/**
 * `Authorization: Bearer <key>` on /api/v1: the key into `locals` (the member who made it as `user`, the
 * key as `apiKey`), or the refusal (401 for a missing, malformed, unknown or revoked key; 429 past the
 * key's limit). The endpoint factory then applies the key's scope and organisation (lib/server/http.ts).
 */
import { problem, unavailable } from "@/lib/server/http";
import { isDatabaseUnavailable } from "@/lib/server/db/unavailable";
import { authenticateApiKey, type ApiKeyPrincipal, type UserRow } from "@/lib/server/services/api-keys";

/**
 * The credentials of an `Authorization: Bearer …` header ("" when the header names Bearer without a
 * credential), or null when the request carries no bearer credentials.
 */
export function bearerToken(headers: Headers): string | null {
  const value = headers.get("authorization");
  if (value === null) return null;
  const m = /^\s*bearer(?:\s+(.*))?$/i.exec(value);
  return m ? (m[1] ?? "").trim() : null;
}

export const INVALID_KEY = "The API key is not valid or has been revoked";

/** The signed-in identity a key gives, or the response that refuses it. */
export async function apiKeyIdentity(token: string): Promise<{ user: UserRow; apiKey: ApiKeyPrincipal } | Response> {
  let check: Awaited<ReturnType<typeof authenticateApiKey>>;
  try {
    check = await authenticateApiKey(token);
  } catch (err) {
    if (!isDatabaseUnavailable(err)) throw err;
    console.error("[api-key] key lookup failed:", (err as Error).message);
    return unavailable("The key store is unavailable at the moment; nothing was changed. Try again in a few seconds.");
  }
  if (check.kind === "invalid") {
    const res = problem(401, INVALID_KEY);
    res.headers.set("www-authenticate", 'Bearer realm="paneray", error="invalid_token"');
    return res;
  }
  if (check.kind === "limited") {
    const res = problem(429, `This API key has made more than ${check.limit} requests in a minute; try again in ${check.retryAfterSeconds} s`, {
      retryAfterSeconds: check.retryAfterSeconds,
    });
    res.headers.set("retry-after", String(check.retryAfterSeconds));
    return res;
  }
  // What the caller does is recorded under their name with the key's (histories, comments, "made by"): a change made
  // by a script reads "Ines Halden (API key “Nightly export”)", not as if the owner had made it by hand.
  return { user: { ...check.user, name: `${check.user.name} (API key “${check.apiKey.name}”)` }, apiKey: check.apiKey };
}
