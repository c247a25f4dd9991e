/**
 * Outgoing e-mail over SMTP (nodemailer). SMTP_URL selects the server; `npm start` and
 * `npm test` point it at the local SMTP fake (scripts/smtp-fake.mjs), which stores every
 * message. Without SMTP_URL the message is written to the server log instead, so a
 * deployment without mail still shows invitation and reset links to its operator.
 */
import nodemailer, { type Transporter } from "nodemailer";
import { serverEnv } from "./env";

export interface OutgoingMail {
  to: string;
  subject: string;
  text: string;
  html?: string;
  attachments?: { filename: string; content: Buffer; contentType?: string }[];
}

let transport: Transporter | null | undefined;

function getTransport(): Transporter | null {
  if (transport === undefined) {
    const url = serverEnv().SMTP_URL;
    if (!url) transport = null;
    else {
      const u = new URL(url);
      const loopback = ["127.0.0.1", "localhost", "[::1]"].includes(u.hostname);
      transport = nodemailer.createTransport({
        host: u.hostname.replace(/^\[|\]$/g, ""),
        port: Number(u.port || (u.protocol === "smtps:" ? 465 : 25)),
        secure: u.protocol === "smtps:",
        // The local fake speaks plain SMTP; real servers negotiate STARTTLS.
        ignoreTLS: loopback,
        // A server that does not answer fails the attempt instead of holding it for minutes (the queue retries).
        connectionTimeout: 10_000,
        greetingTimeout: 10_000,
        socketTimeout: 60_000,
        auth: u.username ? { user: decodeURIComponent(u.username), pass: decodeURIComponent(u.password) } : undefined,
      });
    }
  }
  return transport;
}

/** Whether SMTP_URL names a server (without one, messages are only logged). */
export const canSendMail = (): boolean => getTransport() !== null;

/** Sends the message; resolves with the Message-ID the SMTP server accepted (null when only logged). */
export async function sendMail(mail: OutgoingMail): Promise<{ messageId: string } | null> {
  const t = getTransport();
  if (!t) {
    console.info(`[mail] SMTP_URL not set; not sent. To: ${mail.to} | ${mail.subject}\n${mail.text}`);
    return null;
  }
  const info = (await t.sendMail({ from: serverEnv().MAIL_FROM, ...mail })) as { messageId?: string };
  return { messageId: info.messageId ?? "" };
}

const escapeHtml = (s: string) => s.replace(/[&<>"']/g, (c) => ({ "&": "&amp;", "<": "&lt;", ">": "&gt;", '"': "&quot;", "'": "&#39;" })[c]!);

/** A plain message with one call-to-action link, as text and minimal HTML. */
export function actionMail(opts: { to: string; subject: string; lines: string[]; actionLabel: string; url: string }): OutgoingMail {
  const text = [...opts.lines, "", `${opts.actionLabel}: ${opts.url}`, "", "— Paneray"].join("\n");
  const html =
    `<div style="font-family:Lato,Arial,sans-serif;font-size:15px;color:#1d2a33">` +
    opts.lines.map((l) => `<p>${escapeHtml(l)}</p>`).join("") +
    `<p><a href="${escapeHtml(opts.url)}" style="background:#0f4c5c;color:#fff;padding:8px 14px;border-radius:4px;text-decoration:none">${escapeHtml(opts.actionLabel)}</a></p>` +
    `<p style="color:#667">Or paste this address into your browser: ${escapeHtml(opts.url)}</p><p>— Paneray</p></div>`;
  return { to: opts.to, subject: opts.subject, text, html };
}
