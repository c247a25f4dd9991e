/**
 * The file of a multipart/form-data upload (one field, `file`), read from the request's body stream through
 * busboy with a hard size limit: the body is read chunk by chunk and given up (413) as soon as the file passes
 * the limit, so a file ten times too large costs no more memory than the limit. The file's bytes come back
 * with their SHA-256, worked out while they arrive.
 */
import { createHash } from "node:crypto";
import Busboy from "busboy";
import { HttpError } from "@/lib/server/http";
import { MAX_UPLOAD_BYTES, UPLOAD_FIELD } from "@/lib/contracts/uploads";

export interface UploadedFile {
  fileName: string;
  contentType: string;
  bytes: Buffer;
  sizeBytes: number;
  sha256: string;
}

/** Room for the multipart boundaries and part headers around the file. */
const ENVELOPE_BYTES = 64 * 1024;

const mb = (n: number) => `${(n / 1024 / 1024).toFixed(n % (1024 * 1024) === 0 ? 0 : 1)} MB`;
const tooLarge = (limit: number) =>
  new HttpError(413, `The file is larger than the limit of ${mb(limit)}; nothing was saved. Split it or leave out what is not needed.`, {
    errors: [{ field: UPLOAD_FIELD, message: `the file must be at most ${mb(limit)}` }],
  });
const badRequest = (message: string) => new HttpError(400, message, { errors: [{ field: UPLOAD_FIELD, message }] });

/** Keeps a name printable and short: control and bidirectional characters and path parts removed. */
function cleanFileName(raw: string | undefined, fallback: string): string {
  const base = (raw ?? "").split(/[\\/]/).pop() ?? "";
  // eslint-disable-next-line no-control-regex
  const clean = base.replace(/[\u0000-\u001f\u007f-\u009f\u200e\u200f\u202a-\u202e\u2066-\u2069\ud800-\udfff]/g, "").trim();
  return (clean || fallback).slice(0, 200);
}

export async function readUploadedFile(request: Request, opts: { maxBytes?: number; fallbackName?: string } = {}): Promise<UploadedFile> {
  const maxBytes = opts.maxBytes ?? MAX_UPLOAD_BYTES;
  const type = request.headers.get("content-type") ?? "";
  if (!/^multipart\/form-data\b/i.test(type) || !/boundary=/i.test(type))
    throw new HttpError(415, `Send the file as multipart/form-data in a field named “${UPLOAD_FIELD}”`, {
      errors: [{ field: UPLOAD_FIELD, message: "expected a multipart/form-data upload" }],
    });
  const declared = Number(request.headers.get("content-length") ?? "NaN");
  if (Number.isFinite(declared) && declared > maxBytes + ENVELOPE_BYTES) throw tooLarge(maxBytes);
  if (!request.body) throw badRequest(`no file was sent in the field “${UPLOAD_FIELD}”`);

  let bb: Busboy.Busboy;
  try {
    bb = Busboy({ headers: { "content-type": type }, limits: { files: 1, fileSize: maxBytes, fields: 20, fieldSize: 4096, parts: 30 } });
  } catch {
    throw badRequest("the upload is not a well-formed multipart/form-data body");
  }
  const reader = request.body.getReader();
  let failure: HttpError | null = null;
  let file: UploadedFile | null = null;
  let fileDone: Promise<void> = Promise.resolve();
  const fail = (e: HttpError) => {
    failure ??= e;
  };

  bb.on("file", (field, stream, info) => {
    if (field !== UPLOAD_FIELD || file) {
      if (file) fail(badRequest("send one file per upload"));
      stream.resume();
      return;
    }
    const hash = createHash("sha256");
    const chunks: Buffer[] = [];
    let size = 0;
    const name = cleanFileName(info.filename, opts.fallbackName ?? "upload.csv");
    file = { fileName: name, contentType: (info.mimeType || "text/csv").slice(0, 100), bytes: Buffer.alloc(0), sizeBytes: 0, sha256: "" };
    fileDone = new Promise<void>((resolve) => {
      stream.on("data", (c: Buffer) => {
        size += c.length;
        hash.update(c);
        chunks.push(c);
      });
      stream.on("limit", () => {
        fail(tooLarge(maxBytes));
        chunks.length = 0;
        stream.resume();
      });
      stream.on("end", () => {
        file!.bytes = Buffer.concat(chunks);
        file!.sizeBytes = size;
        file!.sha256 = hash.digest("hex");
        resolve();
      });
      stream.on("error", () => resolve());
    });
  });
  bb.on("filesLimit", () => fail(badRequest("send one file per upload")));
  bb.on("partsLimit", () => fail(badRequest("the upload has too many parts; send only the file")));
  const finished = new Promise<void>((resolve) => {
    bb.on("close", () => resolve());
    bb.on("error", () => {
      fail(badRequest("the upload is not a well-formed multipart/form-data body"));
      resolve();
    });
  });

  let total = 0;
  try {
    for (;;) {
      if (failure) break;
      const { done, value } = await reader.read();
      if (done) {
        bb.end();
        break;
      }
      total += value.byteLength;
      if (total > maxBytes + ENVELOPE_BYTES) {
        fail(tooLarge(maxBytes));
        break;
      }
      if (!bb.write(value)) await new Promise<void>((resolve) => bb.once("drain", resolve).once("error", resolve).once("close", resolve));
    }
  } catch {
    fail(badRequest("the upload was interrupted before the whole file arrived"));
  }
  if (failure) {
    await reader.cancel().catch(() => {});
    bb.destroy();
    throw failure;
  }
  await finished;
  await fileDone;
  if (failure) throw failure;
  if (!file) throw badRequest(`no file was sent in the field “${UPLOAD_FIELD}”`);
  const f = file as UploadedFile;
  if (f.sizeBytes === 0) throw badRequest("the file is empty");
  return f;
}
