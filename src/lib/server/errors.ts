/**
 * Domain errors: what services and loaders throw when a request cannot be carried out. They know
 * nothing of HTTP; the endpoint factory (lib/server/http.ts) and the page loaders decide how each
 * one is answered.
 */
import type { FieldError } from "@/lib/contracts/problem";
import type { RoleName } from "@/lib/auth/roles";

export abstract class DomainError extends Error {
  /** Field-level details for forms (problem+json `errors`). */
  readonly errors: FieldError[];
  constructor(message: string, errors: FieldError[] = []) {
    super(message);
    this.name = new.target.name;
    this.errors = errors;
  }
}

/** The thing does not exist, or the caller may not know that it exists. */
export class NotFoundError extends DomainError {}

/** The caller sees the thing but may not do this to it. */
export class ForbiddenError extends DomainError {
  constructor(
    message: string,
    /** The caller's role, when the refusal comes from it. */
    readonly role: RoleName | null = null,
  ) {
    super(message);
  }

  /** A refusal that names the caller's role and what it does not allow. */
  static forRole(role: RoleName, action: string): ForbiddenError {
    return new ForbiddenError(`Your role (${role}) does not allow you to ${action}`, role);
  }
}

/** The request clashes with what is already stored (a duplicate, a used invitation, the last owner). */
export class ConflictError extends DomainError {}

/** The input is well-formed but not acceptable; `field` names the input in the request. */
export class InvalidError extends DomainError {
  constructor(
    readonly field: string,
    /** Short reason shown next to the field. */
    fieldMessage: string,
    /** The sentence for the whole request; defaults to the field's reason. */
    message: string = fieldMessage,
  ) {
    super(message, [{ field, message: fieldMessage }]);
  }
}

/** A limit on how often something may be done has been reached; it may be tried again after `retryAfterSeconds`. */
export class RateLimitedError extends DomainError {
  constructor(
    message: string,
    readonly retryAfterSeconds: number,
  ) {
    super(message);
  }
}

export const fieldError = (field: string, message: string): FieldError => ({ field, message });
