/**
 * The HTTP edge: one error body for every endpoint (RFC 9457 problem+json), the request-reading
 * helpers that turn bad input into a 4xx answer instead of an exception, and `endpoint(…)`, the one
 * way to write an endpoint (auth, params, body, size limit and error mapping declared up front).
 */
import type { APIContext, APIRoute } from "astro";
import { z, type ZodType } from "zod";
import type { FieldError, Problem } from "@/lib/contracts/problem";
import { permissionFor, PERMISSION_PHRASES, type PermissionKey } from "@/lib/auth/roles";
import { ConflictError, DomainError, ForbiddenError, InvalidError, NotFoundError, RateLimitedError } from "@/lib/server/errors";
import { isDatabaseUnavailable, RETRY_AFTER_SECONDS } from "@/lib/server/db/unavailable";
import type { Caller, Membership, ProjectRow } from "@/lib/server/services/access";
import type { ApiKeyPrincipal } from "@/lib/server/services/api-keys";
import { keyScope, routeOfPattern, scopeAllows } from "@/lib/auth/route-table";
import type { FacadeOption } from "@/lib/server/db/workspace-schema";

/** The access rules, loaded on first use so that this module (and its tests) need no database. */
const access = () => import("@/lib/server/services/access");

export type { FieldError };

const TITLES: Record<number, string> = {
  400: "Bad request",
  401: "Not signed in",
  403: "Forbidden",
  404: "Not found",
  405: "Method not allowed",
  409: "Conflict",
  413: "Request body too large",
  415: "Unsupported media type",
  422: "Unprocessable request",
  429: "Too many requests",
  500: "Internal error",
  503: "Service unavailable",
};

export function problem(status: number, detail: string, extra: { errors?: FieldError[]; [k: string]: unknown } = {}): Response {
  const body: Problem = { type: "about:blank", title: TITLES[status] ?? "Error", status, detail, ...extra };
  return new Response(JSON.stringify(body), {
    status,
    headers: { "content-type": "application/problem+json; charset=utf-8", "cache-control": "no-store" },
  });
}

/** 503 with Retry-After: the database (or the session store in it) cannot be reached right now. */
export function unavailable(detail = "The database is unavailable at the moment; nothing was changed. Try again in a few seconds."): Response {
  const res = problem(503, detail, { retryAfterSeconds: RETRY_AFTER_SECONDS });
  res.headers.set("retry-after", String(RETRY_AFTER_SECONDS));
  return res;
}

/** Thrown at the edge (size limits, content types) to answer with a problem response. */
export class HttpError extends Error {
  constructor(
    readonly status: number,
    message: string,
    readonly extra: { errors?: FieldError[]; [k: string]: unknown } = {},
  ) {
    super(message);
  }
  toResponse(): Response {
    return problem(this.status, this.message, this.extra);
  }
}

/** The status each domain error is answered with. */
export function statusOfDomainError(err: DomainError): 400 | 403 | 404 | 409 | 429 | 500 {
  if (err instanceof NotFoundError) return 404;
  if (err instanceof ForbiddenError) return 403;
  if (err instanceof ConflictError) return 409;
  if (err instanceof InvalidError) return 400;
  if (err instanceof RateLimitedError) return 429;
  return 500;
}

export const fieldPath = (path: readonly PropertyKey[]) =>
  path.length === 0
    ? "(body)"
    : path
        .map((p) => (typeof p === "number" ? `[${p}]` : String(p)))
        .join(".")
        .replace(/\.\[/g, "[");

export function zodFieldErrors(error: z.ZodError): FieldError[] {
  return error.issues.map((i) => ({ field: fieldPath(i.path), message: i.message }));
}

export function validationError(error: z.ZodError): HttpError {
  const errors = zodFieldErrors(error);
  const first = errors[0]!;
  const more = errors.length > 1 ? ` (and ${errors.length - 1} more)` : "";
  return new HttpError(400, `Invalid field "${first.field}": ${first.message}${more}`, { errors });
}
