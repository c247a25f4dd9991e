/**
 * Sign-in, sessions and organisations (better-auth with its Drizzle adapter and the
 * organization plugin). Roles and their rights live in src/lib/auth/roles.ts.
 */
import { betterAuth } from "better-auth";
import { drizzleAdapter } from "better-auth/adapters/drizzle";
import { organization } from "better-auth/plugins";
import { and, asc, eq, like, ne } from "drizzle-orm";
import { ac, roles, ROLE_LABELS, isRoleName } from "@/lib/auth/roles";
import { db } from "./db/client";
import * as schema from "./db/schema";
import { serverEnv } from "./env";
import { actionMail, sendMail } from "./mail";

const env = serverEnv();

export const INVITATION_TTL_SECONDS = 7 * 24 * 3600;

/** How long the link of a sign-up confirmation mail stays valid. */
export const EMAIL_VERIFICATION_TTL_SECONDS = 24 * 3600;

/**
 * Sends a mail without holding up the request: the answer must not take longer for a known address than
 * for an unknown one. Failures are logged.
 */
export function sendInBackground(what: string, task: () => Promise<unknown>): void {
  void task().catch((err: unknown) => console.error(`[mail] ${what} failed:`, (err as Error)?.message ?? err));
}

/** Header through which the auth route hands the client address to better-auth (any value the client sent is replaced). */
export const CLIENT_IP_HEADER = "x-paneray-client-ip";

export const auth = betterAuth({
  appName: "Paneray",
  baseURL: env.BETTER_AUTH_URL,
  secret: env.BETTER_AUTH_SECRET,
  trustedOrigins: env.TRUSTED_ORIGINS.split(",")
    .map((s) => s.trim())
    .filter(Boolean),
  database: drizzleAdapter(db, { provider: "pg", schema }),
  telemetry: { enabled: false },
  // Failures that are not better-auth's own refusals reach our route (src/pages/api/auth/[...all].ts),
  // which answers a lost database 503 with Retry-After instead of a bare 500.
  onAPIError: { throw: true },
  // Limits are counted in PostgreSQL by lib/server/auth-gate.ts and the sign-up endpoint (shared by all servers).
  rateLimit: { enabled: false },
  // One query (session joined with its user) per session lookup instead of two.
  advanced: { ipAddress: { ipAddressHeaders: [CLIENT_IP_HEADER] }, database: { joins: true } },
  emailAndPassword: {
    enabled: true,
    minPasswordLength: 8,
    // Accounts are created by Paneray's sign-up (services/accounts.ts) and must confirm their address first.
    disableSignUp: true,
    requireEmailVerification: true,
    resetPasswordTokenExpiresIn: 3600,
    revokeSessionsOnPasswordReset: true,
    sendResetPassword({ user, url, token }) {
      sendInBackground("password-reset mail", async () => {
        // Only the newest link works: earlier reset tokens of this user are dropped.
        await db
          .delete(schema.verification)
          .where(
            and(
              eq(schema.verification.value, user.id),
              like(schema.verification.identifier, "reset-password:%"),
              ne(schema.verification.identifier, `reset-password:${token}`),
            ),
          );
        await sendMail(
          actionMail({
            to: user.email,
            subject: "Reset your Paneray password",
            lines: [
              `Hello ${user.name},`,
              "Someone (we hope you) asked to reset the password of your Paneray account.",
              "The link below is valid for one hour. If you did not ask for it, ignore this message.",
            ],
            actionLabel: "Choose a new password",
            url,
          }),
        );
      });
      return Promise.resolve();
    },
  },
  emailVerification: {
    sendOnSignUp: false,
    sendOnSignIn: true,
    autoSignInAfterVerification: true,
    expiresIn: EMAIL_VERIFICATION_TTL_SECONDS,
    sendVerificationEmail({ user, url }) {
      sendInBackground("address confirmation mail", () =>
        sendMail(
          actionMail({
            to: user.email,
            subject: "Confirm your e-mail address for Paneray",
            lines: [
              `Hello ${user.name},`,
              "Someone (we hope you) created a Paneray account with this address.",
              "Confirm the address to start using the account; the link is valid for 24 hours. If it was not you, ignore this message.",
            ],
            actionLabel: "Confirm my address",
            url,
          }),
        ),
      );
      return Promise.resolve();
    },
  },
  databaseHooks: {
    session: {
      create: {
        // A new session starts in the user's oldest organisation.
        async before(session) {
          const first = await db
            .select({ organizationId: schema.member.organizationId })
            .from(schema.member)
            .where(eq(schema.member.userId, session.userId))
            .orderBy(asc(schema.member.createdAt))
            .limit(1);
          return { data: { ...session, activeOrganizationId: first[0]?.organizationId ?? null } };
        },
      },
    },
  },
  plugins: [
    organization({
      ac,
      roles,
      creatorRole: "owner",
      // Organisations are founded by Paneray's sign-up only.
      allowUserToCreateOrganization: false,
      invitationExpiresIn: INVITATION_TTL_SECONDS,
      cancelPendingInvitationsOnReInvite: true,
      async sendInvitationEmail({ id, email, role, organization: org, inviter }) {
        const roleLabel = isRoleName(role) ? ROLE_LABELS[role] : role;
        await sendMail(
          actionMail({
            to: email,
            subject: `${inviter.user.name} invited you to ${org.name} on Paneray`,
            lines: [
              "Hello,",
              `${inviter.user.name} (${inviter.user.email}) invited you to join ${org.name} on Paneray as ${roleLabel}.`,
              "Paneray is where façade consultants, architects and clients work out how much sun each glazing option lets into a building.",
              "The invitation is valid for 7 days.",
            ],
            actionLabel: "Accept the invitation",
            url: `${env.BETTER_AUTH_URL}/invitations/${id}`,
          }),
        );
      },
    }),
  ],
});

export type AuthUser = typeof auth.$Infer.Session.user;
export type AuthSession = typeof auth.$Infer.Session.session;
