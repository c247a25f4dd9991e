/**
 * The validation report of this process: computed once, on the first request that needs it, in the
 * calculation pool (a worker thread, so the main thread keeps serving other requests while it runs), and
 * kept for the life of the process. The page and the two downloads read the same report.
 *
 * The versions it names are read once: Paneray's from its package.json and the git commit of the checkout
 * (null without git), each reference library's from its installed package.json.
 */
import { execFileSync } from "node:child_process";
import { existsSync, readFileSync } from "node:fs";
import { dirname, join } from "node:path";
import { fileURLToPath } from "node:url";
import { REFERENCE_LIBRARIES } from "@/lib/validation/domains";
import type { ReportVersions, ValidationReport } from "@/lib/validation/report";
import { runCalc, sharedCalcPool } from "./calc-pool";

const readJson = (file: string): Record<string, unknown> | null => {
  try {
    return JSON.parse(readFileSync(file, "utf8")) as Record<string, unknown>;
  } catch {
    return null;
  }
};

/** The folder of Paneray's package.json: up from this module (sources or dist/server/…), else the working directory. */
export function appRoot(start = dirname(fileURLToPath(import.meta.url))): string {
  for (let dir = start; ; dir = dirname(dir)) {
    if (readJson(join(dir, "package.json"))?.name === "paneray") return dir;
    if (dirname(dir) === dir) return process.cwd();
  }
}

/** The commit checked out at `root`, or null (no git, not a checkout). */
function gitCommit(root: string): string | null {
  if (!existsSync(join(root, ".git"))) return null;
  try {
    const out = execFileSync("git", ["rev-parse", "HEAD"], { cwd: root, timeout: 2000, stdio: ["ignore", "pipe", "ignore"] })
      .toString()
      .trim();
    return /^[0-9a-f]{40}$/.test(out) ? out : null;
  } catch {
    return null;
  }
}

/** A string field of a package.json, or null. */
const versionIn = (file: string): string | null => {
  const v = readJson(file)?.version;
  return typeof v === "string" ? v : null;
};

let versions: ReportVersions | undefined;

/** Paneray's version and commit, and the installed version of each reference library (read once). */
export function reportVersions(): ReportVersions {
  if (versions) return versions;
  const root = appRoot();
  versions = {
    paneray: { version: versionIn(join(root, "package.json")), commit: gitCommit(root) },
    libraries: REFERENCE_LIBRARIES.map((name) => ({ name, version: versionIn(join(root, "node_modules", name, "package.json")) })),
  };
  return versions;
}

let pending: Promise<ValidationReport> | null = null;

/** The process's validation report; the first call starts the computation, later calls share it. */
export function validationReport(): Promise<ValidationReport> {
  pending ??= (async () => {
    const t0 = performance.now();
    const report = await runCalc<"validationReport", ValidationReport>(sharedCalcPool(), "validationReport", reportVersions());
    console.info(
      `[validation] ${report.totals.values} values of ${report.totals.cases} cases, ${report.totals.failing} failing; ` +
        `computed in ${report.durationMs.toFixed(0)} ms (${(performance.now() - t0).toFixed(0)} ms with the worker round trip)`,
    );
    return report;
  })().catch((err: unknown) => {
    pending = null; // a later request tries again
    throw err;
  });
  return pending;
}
————————
Return, in full, every line of these entries that holds "appRoot".

export function appRoot(start = dirname(fileURLToPath(import.meta.url))): string {
  const root = appRoot();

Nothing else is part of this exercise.